I'm still scanning, love, looking for a hint of light,
It's supposed to be big, but there's no moon in sight.

I am so tired from it controlling my tides,
Such ups and downs, too wild of a ride.
Maybe the moon is better all hidden in the dark,
Instead of lighting the way for lovers in the park.

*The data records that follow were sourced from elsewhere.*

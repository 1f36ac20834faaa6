import type TestAgent from 'supertest/lib/agent';
import { afterAll, beforeAll, describe, expect, it } from 'vitest';
import type { AppInstance } from '../../server/app';
import { buildSearchFixture, type SearchFixture } from '../support/search-fixture';
import { searchQueries } from '../support/search-queries';
import { browserLikeAgent, startTestApp } from '../support/test-app';

type SearchQueries = ReturnType<typeof searchQueries>;

let app: AppInstance;
let visitor: TestAgent;
let fixture: SearchFixture;
let ids: SearchQueries['ids'];
let idsOf: SearchQueries['idsOf'];
let sameSet: SearchQueries['sameSet'];

beforeAll(async () => {
  app = await startTestApp();
  visitor = await browserLikeAgent(app);
  fixture = await buildSearchFixture(app);
  ({ ids, idsOf, sameSet } = searchQueries(visitor, fixture));
});
afterAll(() => app.close());

describe('GET /api/listings sorting and pages', () => {
  it('puts the listing matching more of the words first when sorting by relevance', async () => {
    const res = await visitor.get('/api/listings').query({ q: `${fixture.mark} terminus loop` });
    expect(res.body.sort).toBe('relevance');
    expect(res.body.items[0].id).toBe(fixture.listings.terminus.id);
  });

  it('sorts by price both ways, newest first by default', async () => {
    expect(await ids({ sort: 'price-asc', priceMin: 0 })).toEqual(idsOf('halt', 'station', 'terminus', 'frame'));
    expect(await ids({ sort: 'price-desc', priceMin: 0 })).toEqual(idsOf('frame', 'terminus', 'station', 'halt'));
    expect(await ids({ sort: 'newest' })).toEqual(idsOf('euro', 'service', 'frame', 'halt', 'station', 'terminus'));
  });

  it('pages through results without overlap', async () => {
    const pages = [];
    for (const page of [1, 2, 3]) {
      const res = await visitor.get('/api/listings').query({ q: fixture.mark, sort: 'newest', pageSize: 2, page });
      expect(res.body.total).toBe(6);
      pages.push(...(res.body.items as { id: number }[]).map((l) => l.id));
    }
    expect(pages).toEqual(idsOf('euro', 'service', 'frame', 'halt', 'station', 'terminus'));
  });

  it('reports the same total on every page when sorting by relevance or distance, even past the last page', async () => {
    for (const sort of ['relevance', 'distance'])
      for (const page of [1, 2, 5]) {
        const query = { q: fixture.mark, sort, pageSize: 4, page, town: fixture.listings.terminus.townId };
        const res = await visitor.get('/api/listings').query(query);
        expect(res.status, JSON.stringify(res.body)).toBe(200);
        expect(res.body.items).toHaveLength([4, 2, 0][[1, 2, 5].indexOf(page)]!);
        expect(res.body.total).toBe(6);
      }
  });
});

describe('search words', () => {
  it('matches words shorter than the full-text minimum as whole words: "OO" but not inside "wood"', async () => {
    // "Softwood" in the station's description contains "oo"; only whole-word OO counts
    sameSet(await ids({ q: `${fixture.mark} oo` }), idsOf('terminus', 'frame', 'euro'));
    sameSet(await ids({ q: `${fixture.mark} H0` }), idsOf('station'));
  });

  it('treats SQL and full-text metacharacters as plain text', async () => {
    sameSet(
      await ids({ q: `${fixture.mark}' OR 1=1 -- ` }),
      idsOf('terminus', 'station', 'halt', 'frame', 'service', 'euro'),
    );
    // in boolean mode "-word" would exclude every row; here it is just the word again
    sameSet(
      await ids({ q: `+${fixture.mark} -${fixture.mark}*` }),
      idsOf('terminus', 'station', 'halt', 'frame', 'service', 'euro'),
    );
    for (const q of ['%', '_', '\\', `"); DROP TABLE listings; --`, "' UNION SELECT password_hash FROM users #"]) {
      const res = await visitor.get('/api/listings').query({ q });
      expect(res.status, q).toBe(200);
    }
    sameSet(await ids({}), idsOf('terminus', 'station', 'halt', 'frame', 'service', 'euro'));
  });

  it('answers 422 to a sort or filter value it does not know', async () => {
    for (const query of [
      { sort: 'newest; DROP TABLE listings' },
      { sort: 'l.price_minor' },
      { scale: "oo' OR '1'='1" },
      { kind: 'module OR 1=1' },
      { priceMin: '1 OR 1=1' },
    ]) {
      const res = await visitor.get('/api/listings').query(query);
      expect(res.status, JSON.stringify(query)).toBe(422);
    }
  });
});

I looked, my love, I looked so earnestly,
Hoping for the hope and the light I didn't see.
Our passion is strong, bright behind the clouds,
Behind the pain and the rain and all these doubts.

Monday, January 11, 2010

I feel the shaking under my feet-
I thought I was firmly grounded,
I start falling as I'm informed...
I was standing on a cloud.

The ground slips out from under me,
I grasp for balance, for stability...
Alas, I find none. Such is life.

Wednesday, January 06, 2010

Manipulation

To bring out a smile,
Now that's a skill.
That's ability.
That's power.
That's influence.
A useful tool for a manipulative being...

To bring out reaction,
Now that's nature,
Consequences for action.
Action for reaction,
Willingness for effort,
manipulation...

To bring out fear,
Reaction for action,
The wrong kind of power,
Not respect but close,
It's a trade-off,
Oh manipulation...

To bring out guilt,
Acting for reaction,
Weakness for results,
Wounded and wronged
As presented anyway,
Manipulation...

To bring out love,
give for take,
selfless for unconditional,
Patience for peace-
That appears to be different...
To the manipulative, it's not.

C-H Family

Oh the joy on your face,
They grow at such a pace,
Before you and I know,
They'll be full grown,
In a blink of an eye,
Graduation'll be nigh,
I'll watch them grow
in still scenes, you know,
That's enough for me,
To see you all so happy!

Tuesday, January 05, 2010

HOPE!!

There’s light at the end of this dark tunnel,
There’s light at the end, I can see it!
Now only to figure out how far,
How far and if I can reach it…
A week and a day? A lifetime perhaps?
There’s no telling from this circumstance,
But finally I see it, the light at the end,
And I hope I no longer have to pretend
That everything is okay or at least will be,
I can see the light, the point I’ll be free.